Content starts
import { expect, test } from 'vitest';
import type { VariablePlan } from '../../src/study/study.ts';
import { plan, variable } from './plans.ts';
import { marks, type Reading, read, values } from './read-text.ts';

/** One column of cells, quoted, beside a filler that keeps every line from being blank. */
async function readCells(
  cells: readonly string[],
  own: VariablePlan,
  more: Parameters<typeof plan>[1] = {},
): Promise<Reading> {
  const lines = cells.map((cell) => `"${cell.replaceAll('"', '""')}",1`);
  return read(`${own.column},filler\n${lines.join('\n')}\n`, plan([own], more));
}

test('numbers with a decimal point', async () => {
  const cells = ['1', '-2.5', '+3', '1e3', '.5', '5.', ' 7 ', '-0', '1E-2', '12345678901234567890', '1e-400'];
  const { table, problems } = await readCells(cells, variable('x'));
  expect(problems).toEqual([]);
  expect(values(table, 'x')).toEqual([1, -2.5, 3, 1000, 0.5, 5, 7, -0, 0.01, 12345678901234567000, 0]);
});

test('numbers with a decimal comma', async () => {
  const format = { delimiter: ',', decimalMark: ',', encoding: null } as const;
  const good = ['1', '-2,5', ',5', '1,5e3', '0,12345678901234568'];
  const { table, problems } = await readCells(good, variable('x'), { format });
  expect(problems).toEqual([]);
  expect(values(table, 'x')).toEqual([1, -2.5, 0.5, 1500, 0.12345678901234568]);
  const bad = await readCells(['1.5', '1.234,5', '1,2,3', '1.5e3'], variable('x'), { format });
  expect(marks(bad.problems)).toEqual([2, 3, 4, 5].map((row) => `cell_not_number ${row} x`));
  expect(bad.problems[0]?.message).toBe('"1.5" is not a number with decimal mark ",".');
});

test.each([
  ['9,4', '"9,4" is not a number with decimal mark ".".', 'Declare decimal_mark: "," if'],
  ['1,234.5', '"1,234.5" is not a number with decimal mark ".".', 'Write numbers without a separator'],
  ['1 234', '"1 234" is not a number with decimal mark ".".', 'Write numbers without a separator'],
  ['1e400', '"1e400" is beyond the largest number that can be held.', undefined],
  ['NaN', '"NaN" is not a number with decimal mark ".".', 'Add "NaN" to data.missing'],
  ['Infinity', '"Infinity" is not a number with decimal mark ".".', undefined],
  ['0x10', '"0x10" is not a number with decimal mark ".".', undefined],
  ['', '"" is not a number with decimal mark ".".', 'Add "" to data.missing'],
  ['.', '"." is not a number with decimal mark ".".', undefined],
  ['-', '"-" is not a number with decimal mark ".".', 'Add "-" to data.missing'],
  ['1e', '"1e" is not a number with decimal mark ".".', undefined],
  ['1.2.3', '"1.2.3" is not a number with decimal mark ".".', undefined],
  ['--1', '"--1" is not a number with decimal mark ".".', undefined],
  ['٣', '"٣" is not a number with decimal mark ".".', undefined],
  ['1\n2', '"1\\n2" is not a number with decimal mark ".".', undefined],
])('%j is not a number', async (cell, message, hint) => {
  const { table, problems } = await readCells([cell], variable('x'), { missing: [] });
  expect(table).toBeNull();
  expect(problems).toHaveLength(1);
  expect(problems[0]).toMatchObject({ code: 'cell_not_number', severity: 'error', message });
  if (hint !== undefined) expect(problems[0]?.hint).toContain(hint);
});

test('a long cell is cut in the sentence', async () => {
  const { problems } = await readCells(['x'.repeat(5000)], variable('x'));
  expect(problems[0]?.message).toBe(`"${'x'.repeat(60)}…" is not a number with decimal mark ".".`);
});

test('integers', async () => {
  const good = await readCells(['3', '3.0', '-1e3', '9007199254740991'], variable('n', 'integer'));
  expect(values(good.table, 'n')).toEqual([3, 3, -1000, 9007199254740991]);
  const bad = await readCells(['2.5', '9007199254740993', 'three'], variable('n', 'integer'));
  expect(marks(bad.problems)).toEqual([
    'cell_not_integer 2 n',
    'cell_not_integer 3 n',
    'cell_not_number 4 n',
  ]);
  expect(bad.problems[0]?.message).toBe('"2.5" is not a whole number.');
  expect(bad.problems[1]?.message).toContain('too large to be held exactly');
});

test('missing codes are compared on the trimmed text, before the type, quoted or not', async () => {
  const own = variable('x', 'number', { missing: ['-999', ' none '] });
  const text = 'x,filler\n -999,1\n"-999",1\n-999.0,1\n n/a ,1\n"n/a",1\nnone,1\n,1\n4,1\n';
  const { table, problems } = await read(text, plan([own], { missing: ['n/a', ''] }));
  expect(problems).toEqual([]);
  expect(values(table, 'x')).toEqual([null, null, -999, null, null, null, null, 4]);
  expect(table?.summaries[0]).toEqual({
    name: 'x',
    type: 'number',
    missing: 6,
    smallest: -999,
    largest: 4,
    levels: null,
  });
});

test('levels that are found are sorted, whatever the order of rows', async () => {
  const own = variable('v', 'category');
  const one = await readCells(['Tern', ' Holm ', 'Ärger', '', 'Tern', 'holm'], own);
  const other = await readCells(['holm', 'Tern', '', 'Ärger', 'Holm', 'Tern'], own);
  const column = one.table?.columns.get('v');
  expect(column).toMatchObject({
    kind: 'category',
    levels: ['Holm', 'Tern', 'holm', 'Ärger'],
    baseline: 'Holm',
  });
  expect(other.table?.columns.get('v')).toMatchObject({ levels: ['Holm', 'Tern', 'holm', 'Ärger'] });
  expect(values(one.table, 'v')).toEqual(['Tern', 'Holm', 'Ärger', null, 'Tern', 'holm']);
  expect(one.table?.summaries[0]?.levels).toEqual([
    { level: 'Holm', rows: 1 },
    { level: 'Tern', rows: 2 },
    { level: 'holm', rows: 1 },
    { level: 'Ärger', rows: 1 },
  ]);
  expect(one.table?.summaries[0]?.missing).toBe(1);
});

test('declared levels keep their order and admit no other', async () => {
  const own = variable('v', 'category', { levels: ['Skerry', 'Tern', 'Holm'], baseline: 'Tern' });
  const good = await readCells(['Holm', 'Skerry'], own);
  expect(good.table?.columns.get('v')).toMatchObject({
    levels: ['Skerry', 'Tern', 'Holm'],
    baseline: 'Tern',
    codes: Int32Array.of(2, 0),
  });
  const bad = await readCells(['Holm', 'Skery', 'n/a'], own);
  expect(marks(bad.problems)).toEqual(['cell_level_undeclared 3 v', 'cell_level_undeclared 4 v']);
  expect(bad.problems[0]).toMatchObject({
    message: '"Skery" is not a declared level of v.',
    hint: 'Did you mean Skerry?',
  });
  expect(bad.problems[1]?.hint).toContain('Add "n/a" to data.missing');
});

test('an empty cell is no level of its own', async () => {
  const { table, problems } = await readCells(['a', ''], variable('v', 'category'), { missing: [] });
  expect(table).toBeNull();
  expect(problems[0]).toMatchObject({
    code: 'cell_level_undeclared',
    message: 'An empty cell is not a level of v.',
  });
});

test('level names that are names of object members', async () => {
  const names = ['__proto__', 'constructor', 'toString', '__proto__'];
  const { table } = await readCells(names, variable('v', 'category'));
  expect(values(table, 'v')).toEqual(names);
});

test('a baseline that no row has', async () => {
  const { table, problems } = await readCells(
    ['Tern', 'Holm'],
    variable('v', 'category', { baseline: 'Terne' }),
  );
  expect(table).toBeNull();
  expect(problems[0]).toMatchObject({
    code: 'cell_level_undeclared',
    message: 'No row has the baseline "Terne" of v.',
    hint: 'Did you mean Tern?',
  });
});

test('flags', async () => {
  const usual = await readCells(
    ['No', 'yes', 'FALSE', 'True', '0', '1', 'n', 'Y', ''],
    variable('f', 'flag'),
  );
  expect(values(usual.table, 'f')).toEqual([0, 1, 0, 1, 0, 1, 0, 1, null]);
  const one = await readCells(['Yes', 'Yes'], variable('f', 'flag'));
  expect(one.table?.columns.get('f')).toMatchObject({ kind: 'flag', flagTexts: ['No', 'Yes'] });
  expect(one.table?.summaries[0]?.levels).toEqual([
    { level: 'No', rows: 0 },
    { level: 'Yes', rows: 2 },
  ]);
  const declared = variable('f', 'flag', { flagValues: ['off', 'on'] });
  const two = await readCells(['on', 'off', 'on'], declared);
  expect(values(two.table, 'f')).toEqual([1, 0, 1]);
  expect(two.table?.columns.get('f')).toMatchObject({ flagTexts: ['off', 'on'] });
  const bad = await readCells(['maybe', '2'], variable('f', 'flag'));
  expect(marks(bad.problems)).toEqual(['cell_not_flag 2 f', 'cell_not_flag 3 f']);
  expect(bad.problems[0]?.message).toBe('"maybe" is not one of no/yes, false/true, 0/1 or n/y.');
  const other = await readCells(['yes'], declared);
  expect(other.problems[0]?.message).toBe('"yes" is neither "off" nor "on".');
});

test('dates become days since 1970-01-01', async () => {
  const cells = ['1970-01-01', '2026-03-01', '2026-03-01T12:00', '2026-03-01 06:00:00Z', ''];
  const { table } = await readCells(cells, variable('d', 'date'));
  // 2026-03-01 is day 20513: 56 years of 365 days, 14 leap days before 2026, 59 days of 2026.
  expect(values(table, 'd')).toEqual([0, 20513, 20513.5, 20513.25, null]);
  expect(table?.columns.get('d')?.kind).toBe('date');
  expect(table?.summaries[0]).toMatchObject({ smallest: 0, largest: 20513.5, missing: 1 });
  const bad = await readCells(['2026-02-30', '01.03.2026'], variable('d', 'date'));
  expect(marks(bad.problems)).toEqual(['cell_not_date 2 d', 'cell_not_date 3 d']);
  expect(bad.problems[0]?.message).toBe('"2026-02-30" is not a date (YYYY-MM-DD, with or without hh:mm).');
});

test('dates of a declared pattern', async () => {
  const own = variable('d', 'date', { pattern: 'DD.MM.YYYY hh:mm' });
  const good = await readCells(['01.03.2026 18:00', '1.3.2026 00:00'], own);
  expect(values(good.table, 'd')).toEqual([20513.75, 20513]);
  const bad = await readCells(['2026-03-01', '31.02.2026 00:00'], own);
  expect(marks(bad.problems)).toEqual(['cell_not_date 2 d', 'cell_not_date 3 d']);
  expect(bad.problems[0]?.message).toBe('"2026-03-01" is not a date (pattern "DD.MM.YYYY hh:mm").');
  const useless = await readCells(['1'], variable('d', 'date', { pattern: 'DD.MM' }));
  expect(useless.table).toBeNull();
  expect(marks(useless.problems)).toEqual(['cell_not_date d']);
});

test('texts are kept as they are, identifiers trimmed', async () => {
  const cells = [' a b ', 'x\ny', '"q"', ''];
  const texts = await readCells(cells, variable('t', 'text'));
  expect(values(texts.table, 't')).toEqual([' a b ', 'x\ny', '"q"', null]);
  const ids = await readCells(cells, variable('t', 'identifier'));
  expect(values(ids.table, 't')).toEqual(['a b', 'x\ny', '"q"', null]);
});

test('ranges', async () => {
  const own = variable('speed', 'number', { atLeast: 4, atMost: 16, unit: 'kn' });
  const { problems } = await readCells(['4', '16', '3.9', '17'], own);
  expect(marks(problems)).toEqual(['cell_out_of_range 4 speed', 'cell_out_of_range 5 speed']);
  expect(problems[0]?.message).toBe('"3.9" is below 4 kn, the least that speed may be.');
  expect(problems[1]?.message).toBe('"17" is above 16 kn, the most that speed may be.');
  const late = await readCells(['2026-03-02'], variable('d', 'date', { atMost: 20513 }));
  expect(late.problems[0]?.message).toBe('"2026-03-02" is above 2026-03-01, the most that d may be.');
  const within = variable('d', 'date', { atLeast: 20513, atMost: 20514 });
  const early = await readCells(['2026-02-28', '2026-03-02'], within);
  expect(early.problems.map((problem) => problem.message)).toEqual([
    '"2026-02-28" is not between 2026-03-01 and 2026-03-02.',
  ]);
});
Content ends
• What you have to do: Copy the records above exactly, from the first line through the line containing "Reading, read, values", and include nothing else.

• Response:
import { expect, test } from 'vitest';
import type { VariablePlan } from '../../src/study/study.ts';
import { plan, variable } from './plans.ts';
import { marks, type Reading, read, values } from './read-text.ts';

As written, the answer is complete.